昼休みの食堂は人通りが多い。知り合い同士が合流して集まりを形成しているところが他にもいくつもあって、この集まりにも知り合いがちらほら合流してきた。
バーン――いや、晴矢が来たのもちょうどそんな時。
だが、何だか目がうつろというか、顔色が悪いというか、まぁ端的に言えば機嫌が悪そうだった。
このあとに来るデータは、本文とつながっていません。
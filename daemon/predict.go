package daemon

import (
	"fmt"
	"math"
	"slices"
	"strings"

	"lariat/config"
	"lariat/daemon/pipeline"
	"lariat/daemon/record"
	"lariat/online"
	"lariat/sink"
)

// predictor implements sink.Predictor on the models' latest published
// snapshots. It runs on HTTP goroutines and never touches a live ladder:
// each call decodes with a fresh decoder for the snapshot's feature names
// and evaluates the immutable online.Model.
type predictor struct{ d *Daemon }

var _ sink.Predictor = predictor{}

// Predict decodes body (the record format without a label: named "x" or
// array "v" in the model's feature order) and returns the linear predictor,
// the probability and alert decision for logistic models, each nonzero
// feature's contribution coef·x (a missing value is imputed with the mean),
// the sent names the model does not have and the model's features the
// record gave no value. A record with a value for none of the model's
// features is refused (an error wrapping sink.ErrBadRecord, 400): its
// prediction would be the mean one, whatever was sent.
func (p predictor) Predict(model string, body []byte) (*sink.Prediction, error) {
	w, ok := p.d.byName[model]
	if !ok {
		return nil, fmt.Errorf("%w: %s", sink.ErrUnknownModel, sink.QuoteInput(model))
	}
	s := w.snap.Load()
	if s == nil {
		return nil, fmt.Errorf("%w: %s has no published version yet", sink.ErrNotReady, model)
	}
	dec := record.NewDecoder(&record.DecoderOptions{
		Features:    s.Names,
		MaxFeatures: max(w.dim, len(s.Names)),
		Missing:     w.cfg.Missing,
		Unlabeled:   true,
		MaxBytes:    int(p.d.cfg.HTTP.MaxBodyBytes),
	})
	var r record.Record
	if err := dec.Decode(body, &r); err != nil {
		return nil, err
	}
	x := r.X[:len(s.Names)] // names unknown to the model contribute nothing
	unknown := dec.Names()[len(s.Names):]
	if len(s.Names) > 0 && !slices.ContainsFunc(x, func(v float64) bool { return !math.IsNaN(v) }) {
		return nil, fmt.Errorf("%w: the record has a value for none of the %d features of model %s (%s); unknown: %s",
			sink.ErrBadRecord, len(s.Names), model, listNames(s.Names, 5), listNames(unknown, 3))
	}
	out := predict(model, s, x)
	out.Unknown = append(out.Unknown, unknown...)
	return out, nil
}

// listNames lists the first n names, each quoted by sink.QuoteInput, and
// how many more there are.
func listNames(names []string, n int) string {
	if len(names) == 0 {
		return "none"
	}
	var b strings.Builder
	for i, name := range names[:min(n, len(names))] {
		if i > 0 {
			b.WriteString(", ")
		}
		b.WriteString(sink.QuoteInput(name))
	}
	if len(names) > n {
		fmt.Fprintf(&b, " and %d more", len(names)-n)
	}
	return b.String()
}

// predict evaluates a snapshot on x (len(x) == len(s.Names)).
func predict(model string, s *pipeline.Snapshot, x []float64) *sink.Prediction {
	m := s.Model
	out := &sink.Prediction{
		Model:         model,
		Version:       s.Doc.Version,
		Eta:           m.Eta(x),
		Contributions: make(map[string]float64),
		Unknown:       []string{},
		Missing:       []string{},
	}
	for j, v := range x {
		if math.IsNaN(v) {
			out.Missing = append(out.Missing, s.Names[j])
		}
	}
	for j, c := range m.Coef {
		if c == 0 {
			continue
		}
		v := x[j]
		if math.IsNaN(v) {
			v = m.Mean[j]
		}
		out.Contributions[s.Names[j]] = c * v
	}
	if m.Loss == config.LossLogistic {
		prob := online.Sigmoid(out.Eta)
		out.Probability = &prob
		if t := s.Doc.Threshold; t != nil {
			v := t.Value
			pos := prob >= v
			out.Threshold, out.Positive = &v, &pos
		}
	}
	return out
}
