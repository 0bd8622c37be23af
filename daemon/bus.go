package daemon

import (
	"context"
	"errors"
	"fmt"
	"strings"
	"sync"
	"time"

	"github.com/nats-io/nats.go"

	"lariat/config"
	"lariat/daemon/record"
	"lariat/sink"
)

// connectOptions maps the nats section of the configuration onto nats.go
// options: reconnect forever, count reconnects, log slow consumers, and the
// configured authentication and TLS (external servers only).
func (d *Daemon) connectOptions() ([]nats.Option, error) {
	log := d.log.With("component", "nats")
	// lastConnErr is only touched by nats.go's callbacks, which run one at
	// a time on the connection's callback goroutine.
	var lastConnErr string
	opts := []nats.Option{
		nats.Name("lariat"),
		nats.MaxReconnects(-1),
		nats.ReconnectWait(time.Second),
		nats.RetryOnFailedConnect(true),
		nats.ConnectHandler(func(*nats.Conn) {
			lastConnErr = ""
			log.Info("NATS connected")
		}),
		nats.ReconnectErrHandler(func(_ *nats.Conn, err error) {
			// A failed first connection (a wrong TLS CA, a refused
			// client certificate, no server yet) and failed dials after
			// it: each distinct cause is logged once, not every retry.
			if msg := err.Error(); msg != lastConnErr {
				lastConnErr = msg
				log.Warn("NATS connection failed; retrying", "err", d.explainConnErr(err))
			}
		}),
		nats.DisconnectErrHandler(func(_ *nats.Conn, err error) {
			if !d.stopping.Load() {
				log.Warn("NATS disconnected", "err", err)
			}
		}),
		nats.ReconnectHandler(func(nc *nats.Conn) {
			lastConnErr = ""
			d.metrics.Reconnected()
			log.Info("NATS reconnected", "url", nc.ConnectedUrlRedacted())
		}),
		nats.ErrorHandler(func(_ *nats.Conn, sub *nats.Subscription, err error) {
			// nats.go reports a slow consumer once per episode; the drops
			// themselves are counted by watchBus from sub.Dropped.
			subj := ""
			if sub != nil {
				subj = sub.Subject
			}
			if errors.Is(err, nats.ErrSlowConsumer) {
				log.Warn("slow consumer: NATS client is dropping messages (raise nats.pending_msgs/pending_bytes or add capacity)", "subject", subj)
				return
			}
			log.Error("NATS async error", "subject", subj, "err", err)
		}),
	}
	n := d.cfg.NATS
	if !n.External() {
		return opts, nil
	}
	if n.User != "" {
		pw, err := n.ResolvePassword()
		if err != nil {
			return nil, fmt.Errorf("daemon: NATS password: %w", err)
		}
		opts = append(opts, nats.UserInfo(n.User, pw))
	}
	tok, err := n.ResolveToken()
	if err != nil {
		return nil, fmt.Errorf("daemon: NATS token: %w", err)
	}
	if tok != "" {
		opts = append(opts, nats.Token(tok))
	}
	if n.CredentialsFile != "" {
		opts = append(opts, nats.UserCredentials(n.CredentialsFile))
	}
	if n.NKeyFile != "" {
		o, err := nats.NkeyOptionFromSeed(n.NKeyFile)
		if err != nil {
			return nil, fmt.Errorf("daemon: NATS nkey: %w", err)
		}
		opts = append(opts, o)
	}
	if n.TLS.CAFile != "" {
		opts = append(opts, nats.RootCAs(n.TLS.CAFile))
	}
	if n.TLS.CertFile != "" {
		opts = append(opts, nats.ClientCert(n.TLS.CertFile, n.TLS.KeyFile))
	}
	return opts, nil
}

// explainConnErr adds the likely cause to a connection error that does not
// name one. A server that requires a client certificate rejects a client
// without one after the TLS 1.3 handshake has completed on the client's
// side, so the client sees either the server's "certificate required"
// alert or, depending on timing, only a closed connection (nats.go then
// reports "connection closed by remote after TLS handshake").
func (d *Daemon) explainConnErr(err error) error {
	if err == nil || !errors.Is(err, nats.ErrTLS) || !strings.Contains(err.Error(), "after TLS handshake") ||
		strings.Contains(err.Error(), "certificate required") {
		return err
	}
	if d.cfg.NATS.TLS.CertFile != "" {
		return fmt.Errorf("%w (the server closed the connection after the handshake: it may have refused the client certificate)", err)
	}
	return fmt.Errorf("%w (the server closed the connection after the handshake: it likely requires a client certificate, certificate required, and none is configured: set nats.tls.cert_file and nats.tls.key_file)", err)
}

// watchBus waits for the connection, confirms the subscriptions with a
// flush, opens the publisher (with the KV bucket when JetStream answers),
// then polls the subscriptions' drop counters every second until ctx ends.
func (d *Daemon) watchBus(ctx context.Context) {
	poll := time.NewTicker(50 * time.Millisecond)
	defer poll.Stop()
	setUp := false
	defer func() {
		if !setUp {
			close(d.busDone)
		}
	}()
	for !d.nc.IsConnected() || d.nc.FlushTimeout(2*time.Second) != nil {
		select {
		case <-ctx.Done():
			return
		case <-poll.C:
		}
	}
	d.pub.Store(d.openPublisher(ctx))
	d.out.kick()
	err := d.startIntake(ctx)
	setUp = true
	close(d.busDone)
	if err != nil {
		d.intakeErr.Store(&err)
		d.log.Error("intake not started: no records will be applied", "err", err)
		return
	}
	d.busReady.Store(true)
	d.log.Info("ready", "models", len(d.workers))
	drops := time.NewTicker(time.Second)
	defer drops.Stop()
	for {
		select {
		case <-ctx.Done():
			d.in.countDrops()
			return
		case <-drops.C:
			d.in.countDrops()
		}
	}
}

// startIntake starts the models' intake once the bus is up: the durable
// streams (intake.mode durable, or auto where JetStream answers), or core
// subscriptions (auto without JetStream; core mode subscribed at start).
func (d *Daemon) startIntake(ctx context.Context) error {
	mode := d.cfg.Intake.Mode
	if mode == config.IntakeCore {
		return nil
	}
	s, err := newStreamIntake(ctx, d)
	if err != nil {
		if mode == config.IntakeDurable {
			return err
		}
		for _, t := range d.templates {
			if t.shared != nil {
				return fmt.Errorf("%w (template %s has %d partitions, shared through JetStream)", err, t.name, len(t.parts))
			}
		}
		d.log.Warn("JetStream unavailable: intake falls back to core NATS subscriptions (at most once: records published while lariat is down are lost)", "err", err)
		return d.subscribeModels()
	}
	if err := s.start(ctx); err != nil {
		close(s.stop)
		return err
	}
	d.streams = s
	d.log.Info("durable intake", "streams", describeStreams(d.cfg))
	return nil
}

// openPublisher opens the sink publisher with the model KV bucket, or without
// it if JetStream is not available on the server.
func (d *Daemon) openPublisher(ctx context.Context) *sink.Publisher {
	o := &sink.PublisherOptions{Prefix: d.cfg.SubjectPrefix, Metrics: d.metrics, MaxRejectBytes: record.DefaultMaxBytes}
	p, err := sink.NewPublisher(ctx, d.nc, o)
	if err != nil {
		d.log.Warn("model key-value bucket unavailable; publishing on subjects only", "err", err)
		o.NoKV = true
		if p, err = sink.NewPublisher(ctx, d.nc, o); err != nil {
			d.log.Error("publisher unavailable", "err", err)
			return nil
		}
	}
	d.out.readVersions(ctx, p)
	return p
}

// handler returns the subscription callback for one subject pattern: every
// model fed by that pattern gets the message. It runs on the subscription's
// own goroutine (nats.go delivers one message at a time per subscription),
// which therefore owns those models' decoders.
func (d *Daemon) handler(pattern string, ws []*worker) func(*nats.Msg) {
	if len(ws) == 0 {
		return func(m *nats.Msg) {
			d.reject(nil, m.Subject, reasonNoModel, "no model is fed by subject pattern "+pattern, m.Data)
		}
	}
	return func(m *nats.Msg) {
		for _, w := range ws {
			w.intake(m)
		}
	}
}

// reasonNoModel is the reject reason of a record no model is fed by (only
// possible with intakes that route several patterns through one consumer).
const reasonNoModel = "no_model"

// unrouted is the model label and reject subject token of records no model
// is fed by; it can not collide with a model name, which starts with [a-z0-9].
const unrouted = "_unrouted"

// reject counts a rejected record and republishes it with its reason on
// <prefix>.reject.<model>, within the model's republish rate (rejectlimit.go;
// a reject past it is counted in lariat_rejects_not_republished_total). w
// is nil for a record no model is fed by.
func (d *Daemon) reject(w *worker, subject, reason, detail string, data []byte) {
	var (
		name = unrouted
		mm   *sink.ModelMetrics
		lim  = d.unrouted
	)
	if w != nil {
		name, mm, lim = w.name, w.mm, w.rejects
		w.rejected.Add(1)
	} else {
		mm = d.metrics.Model(unrouted)
	}
	mm.Rejected(reason)
	p := d.pub.Load()
	if p == nil {
		mm.NotRepublished.Inc()
		d.log.Debug("record rejected before the publisher is up", "model", name, "reason", reason, "detail", detail)
		return
	}
	if !lim.Allow() {
		mm.NotRepublished.Inc()
		return
	}
	_ = p.PublishReject(&sink.Reject{Model: name, Subject: subject, Reason: reason, Detail: detail, Data: data})
}

// ingest is the intake of labeled records from the bus. coreIngest uses
// core NATS subscriptions (at most once: a record lost while lariat is down
// is lost); a JetStream durable consumer can implement the same interface to
// deliver at least once, acknowledging a message when its model has applied
// it (see worker.done).
type ingest interface {
	// subscribe starts delivering messages on subject (wildcards allowed) to
	// h, one call at a time per subject; ws are the models it feeds (drops
	// are charged to them).
	subscribe(subject string, ws []*worker, h func(*nats.Msg)) error
	// drain stops intake: it returns when no handler runs or will run again,
	// after delivering what the client already holds.
	drain(ctx context.Context) error
	// countDrops adds the messages the client dropped since the last call
	// to the models' slow-consumer counters.
	countDrops()
}

// coreIngest subscribes with core NATS. Core NATS never blocks the server
// for a slow client: when a subscription's pending buffer is full the client
// drops messages. The pending limits are therefore raised deliberately
// (nats.pending_msgs, nats.pending_bytes) and every drop is counted.
type coreIngest struct {
	nc         *nats.Conn
	msgs, byts int

	mu   sync.Mutex
	subs []*coreSub
}

type coreSub struct {
	sub     *nats.Subscription
	models  []*worker
	dropped int
}

var _ ingest = (*coreIngest)(nil)

func newCoreIngest(nc *nats.Conn, pendingMsgs, pendingBytes int) *coreIngest {
	return &coreIngest{nc: nc, msgs: pendingMsgs, byts: pendingBytes}
}

func (c *coreIngest) subscribe(subject string, ws []*worker, h func(*nats.Msg)) error {
	sub, err := c.nc.Subscribe(subject, h)
	if err != nil {
		return err
	}
	if c.msgs > 0 || c.byts > 0 {
		if err := sub.SetPendingLimits(orUnlimited(c.msgs), orUnlimited(c.byts)); err != nil {
			_ = sub.Unsubscribe()
			return err
		}
	}
	c.mu.Lock()
	c.subs = append(c.subs, &coreSub{sub: sub, models: ws})
	c.mu.Unlock()
	return nil
}

func orUnlimited(n int) int {
	if n <= 0 {
		return -1
	}
	return n
}

func (c *coreIngest) countDrops() {
	c.mu.Lock()
	defer c.mu.Unlock()
	for _, s := range c.subs {
		n, err := s.sub.Dropped()
		if err != nil || n <= s.dropped {
			continue
		}
		for _, w := range s.models {
			w.mm.SlowConsumerDrops.Add(float64(n - s.dropped))
		}
		s.dropped = n
	}
}

// drain asks the server to stop sending, lets the client deliver what it
// holds, and waits until every subscription is closed. Without a connection
// (nothing can arrive) the subscriptions are simply removed.
func (c *coreIngest) drain(ctx context.Context) error {
	c.countDrops()
	c.mu.Lock()
	subs := append([]*coreSub(nil), c.subs...)
	c.mu.Unlock()
	var errs []error
	for _, s := range subs {
		if !c.nc.IsConnected() {
			_ = s.sub.Unsubscribe()
			continue
		}
		if err := s.sub.Drain(); err != nil {
			_ = s.sub.Unsubscribe()
		}
	}
	poll := time.NewTicker(5 * time.Millisecond)
	defer poll.Stop()
	for _, s := range subs {
		for s.sub.IsValid() {
			select {
			case <-ctx.Done():
				_ = s.sub.Unsubscribe()
				errs = append(errs, fmt.Errorf("daemon: draining %s: %w", s.sub.Subject, ctx.Err()))
			case <-poll.C:
				continue
			}
			break
		}
	}
	return errors.Join(errs...)
}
バーンとガゼルだった時から、それが晴矢と風介に戻っても、そんなに簡単に関係は解消しなかったから、今だってたまに二人で出掛けることもあれば寝ることもある。好きなのかと聞かれれば、好きだと思う。だがそれで四六時中一緒にいるわけでもなければ、その日一日何があったか事細かに把握しあうわけでもない。他人から見たら物凄く冷めた関係に見えるだろう。まぁ私達の関係を知ってる他人なんか(多分)いないけれど。
「晴矢」
ヒロトが果敢にも声をかける。晴矢は不機嫌そうながら、声をかけられ目が合えば拒みはせず歩いてきた。
「いいかここ」
「もちろん」
晴矢は私の斜め前、厚石の隣に席をとった。ただ、私としては何となくいづらかった。そんなあからさまに不機嫌な顔をされてもどうしたらいいのだろう。関知しないで通しているのだから何があったかなんか知らないし、こういう時聞くこともできない。大体子供っぽくはないだろうか。大概のことはできる男なんだから、そういうところを見せられると何だか残念に思う。
「元気ないね、晴矢」
「あぁ…まぁな…ひでぇよ今日は」
厚石の気遣う声に対して、普段より3トーンくらい低い声で答える晴矢。私は彼の低い声が好きだから思わず身震いしたけど、ただの不機嫌でここまで下がった声を聞いたこともなかったので、本当に何かあったんだなと思った。
「どういうことだ?大丈夫か?」
「寝れてねぇし…授業中手ぇ震えて頭に入んないし」
厚石も只事じゃないと感じたらしく、少し身を乗り出した。答える晴矢は聞き取るのが精一杯のぼそぼそした声でそんなようなことを言っていた。周りにあまり聞かせるつもりのない声だった。でもそのくせ隠すつもりもないんだ。そんな態度をとって本当にどうするつもりなんだ。構って欲しがりみたいなことまで言って。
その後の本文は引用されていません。